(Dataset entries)
def tightening_torque_helix(
    preload: ArrayLike,
    pitch: ArrayLike,
    pitch_diameter: ArrayLike,
    head_friction_diameter: ArrayLike,
    friction_thread: ArrayLike,
    friction_head: ArrayLike,
    flank_angle: ArrayLike = ISO_FLANK_ANGLE,
):
    """Tightening torque from the inclined-plane model of the thread (exact form).

    Parameters
    ----------
    preload : array_like
        Assembly preload F_M [N].
    pitch : array_like
        Thread pitch P [m].
    pitch_diameter : array_like
        Pitch diameter d2 [m].
    head_friction_diameter : array_like
        Mean friction diameter under the head or nut D_Km [m].
    friction_thread : array_like
        Thread friction coefficient mu_G, 0 < mu_G < 1 [unitless].
    friction_head : array_like
        Head bearing friction coefficient mu_K, 0 < mu_K < 1 [unitless].
    flank_angle : array_like, optional
        Included thread angle beta; 60 degrees for ISO metric and unified threads (a
        property of the thread form, ISO 68-1 / ASME B1.1) [rad].

    Returns
    -------
    numpy.ndarray or float
        Tightening torque [N m].

    Notes
    -----
    M = F_M (d2/2 tan(phi + rho') + mu_K D_Km/2) with the lead angle
    phi = arctan(P / (pi d2)) and the flank-corrected friction angle
    rho' = arctan(mu_G / cos(beta/2)). This is the screw-as-wedge derivation of the
    textbooks and serves as an independent check on the linearised VDI form.

    References
    ----------
    .. [1] R. G. Budynas, J. K. Nisbett, Shigley's Mechanical Engineering Design, 10th
       ed., McGraw-Hill, 2015, section 8-2 (power screws, thread angle correction)
       (from memory).
    """
    f = _nonnegative(preload, "preload", "N")
    p = _positive(pitch, "pitch", "m")
    d2 = _positive(pitch_diameter, "pitch diameter", "m")
    dkm = _positive(head_friction_diameter, "head friction diameter", "m")
    mu_g = _friction(friction_thread, "thread friction coefficient")
    mu_k = _friction(friction_head, "head friction coefficient")
    beta = _positive(flank_angle, "flank angle", "rad")
    phi = np.arctan(p / (np.pi * d2))
    rho = np.arctan(mu_g / np.cos(beta / 2))
    return f * (d2 / 2 * np.tan(phi + rho) + mu_k * dkm / 2)


def tightening_torque_nut_factor(
    preload: ArrayLike, nominal_diameter: ArrayLike, nut_factor: ArrayLike
):
    """Tightening torque from the nut factor, T = K F d.

    Parameters
    ----------
    preload : array_like
        Preload F (a mean preload, see the module notes) [N].
    nominal_diameter : array_like
        Nominal bolt diameter d [m].
    nut_factor : array_like
        Nut (torque) factor K, see :data:`NUT_FACTORS_SHIGLEY` [unitless].

    Returns
    -------
    numpy.ndarray or float
        Torque T [N m].

    References
    ----------
    .. [1] R. G. Budynas, J. K. Nisbett, Shigley's Mechanical Engineering Design, 10th
       ed., 2015, eq. (8-27) (from memory).

    Examples
    --------
    >>> round(float(tightening_torque_nut_factor(36.675e3, 0.012, 0.2)), 1)
    88.0
    """
    f = _nonnegative(preload, "preload", "N")
    d = _positive(nominal_diameter, "nominal diameter", "m")
    k = _positive(nut_factor, "nut factor", "")
    return k * f * d


def preload_from_torque_nut_factor(
    torque: ArrayLike, nominal_diameter: ArrayLike, nut_factor: ArrayLike
):
    """Mean preload from a torque with the nut factor, F = T / (K d).

    Parameters
    ----------
    torque : array_like
        Tightening torque T [N m].
    nominal_diameter : array_like
        Nominal bolt diameter d [m].
    nut_factor : array_like
        Nut factor K [unitless].

    Returns
    -------
    numpy.ndarray or float
        Mean preload F_Mm [N]; follow with :func:`preload_bounds_from_mean`.

    References
    ----------
    .. [1] R. G. Budynas, J. K. Nisbett, Shigley's Mechanical Engineering Design, 10th
       ed., 2015, eq. (8-27) (from memory).
    """
    t = _nonnegative(torque, "tightening torque", "N m")
    d = _positive(nominal_diameter, "nominal diameter", "m")
    k = _positive(nut_factor, "nut factor", "")
    return t / (k * d)


# --------------------------------------------------------------- assembly stress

> _Aim of the task_: Each of the entries above needs to be given again exactly.

> _Final answer_:
def tightening_torque_helix(
    preload: ArrayLike,
    pitch: ArrayLike,
    pitch_diameter: ArrayLike,
    head_friction_diameter: ArrayLike,
    friction_thread: ArrayLike,
    friction_head: ArrayLike,
    flank_angle: ArrayLike = ISO_FLANK_ANGLE,
):
    """Tightening torque from the inclined-plane model of the thread (exact form).

    Parameters
    ----------
    preload : array_like
        Assembly preload F_M [N].
    pitch : array_like
        Thread pitch P [m].
    pitch_diameter : array_like
        Pitch diameter d2 [m].
    head_friction_diameter : array_like
        Mean friction diameter under the head or nut D_Km [m].
    friction_thread : array_like
        Thread friction coefficient mu_G, 0 < mu_G < 1 [unitless].
    friction_head : array_like
        Head bearing friction coefficient mu_K, 0 < mu_K < 1 [unitless].
    flank_angle : array_like, optional
        Included thread angle beta; 60 degrees for ISO metric and unified threads (a
        property of the thread form, ISO 68-1 / ASME B1.1) [rad].

    Returns
    -------
    numpy.ndarray or float
        Tightening torque [N m].

    Notes
    -----
    M = F_M (d2/2 tan(phi + rho') + mu_K D_Km/2) with the lead angle
    phi = arctan(P / (pi d2)) and the flank-corrected friction angle
    rho' = arctan(mu_G / cos(beta/2)). This is the screw-as-wedge derivation of the
    textbooks and serves as an independent check on the linearised VDI form.

    References
    ----------
    .. [1] R. G. Budynas, J. K. Nisbett, Shigley's Mechanical Engineering Design, 10th
       ed., McGraw-Hill, 2015, section 8-2 (power screws, thread angle correction)
       (from memory).
    """
    f = _nonnegative(preload, "preload", "N")
    p = _positive(pitch, "pitch", "m")
    d2 = _positive(pitch_diameter, "pitch diameter", "m")
    dkm = _positive(head_friction_diameter, "head friction diameter", "m")
    mu_g = _friction(friction_thread, "thread friction coefficient")
    mu_k = _friction(friction_head, "head friction coefficient")
    beta = _positive(flank_angle, "flank angle", "rad")
    phi = np.arctan(p / (np.pi * d2))
    rho = np.arctan(mu_g / np.cos(beta / 2))
    return f * (d2 / 2 * np.tan(phi + rho) + mu_k * dkm / 2)


def tightening_torque_nut_factor(
    preload: ArrayLike, nominal_diameter: ArrayLike, nut_factor: ArrayLike
):
    """Tightening torque from the nut factor, T = K F d.

    Parameters
    ----------
    preload : array_like
        Preload F (a mean preload, see the module notes) [N].
    nominal_diameter : array_like
        Nominal bolt diameter d [m].
    nut_factor : array_like
        Nut (torque) factor K, see :data:`NUT_FACTORS_SHIGLEY` [unitless].

    Returns
    -------
    numpy.ndarray or float
        Torque T [N m].

    References
    ----------
    .. [1] R. G. Budynas, J. K. Nisbett, Shigley's Mechanical Engineering Design, 10th
       ed., 2015, eq. (8-27) (from memory).

    Examples
    --------
    >>> round(float(tightening_torque_nut_factor(36.675e3, 0.012, 0.2)), 1)
    88.0
    """
    f = _nonnegative(preload, "preload", "N")
    d = _positive(nominal_diameter, "nominal diameter", "m")
    k = _positive(nut_factor, "nut factor", "")
    return k * f * d


def preload_from_torque_nut_factor(
    torque: ArrayLike, nominal_diameter: ArrayLike, nut_factor: ArrayLike
):
    """Mean preload from a torque with the nut factor, F = T / (K d).

    Parameters
    ----------
    torque : array_like
        Tightening torque T [N m].
    nominal_diameter : array_like
        Nominal bolt diameter d [m].
    nut_factor : array_like
        Nut factor K [unitless].

    Returns
    -------
    numpy.ndarray or float
        Mean preload F_Mm [N]; follow with :func:`preload_bounds_from_mean`.

    References
    ----------
    .. [1] R. G. Budynas, J. K. Nisbett, Shigley's Mechanical Engineering Design, 10th
       ed., 2015, eq. (8-27) (from memory).
    """
    t = _nonnegative(torque, "tightening torque", "N m")
    d = _positive(nominal_diameter, "nominal diameter", "m")
    k = _positive(nut_factor, "nut factor", "")
    return t / (k * d)


# --------------------------------------------------------------- assembly stress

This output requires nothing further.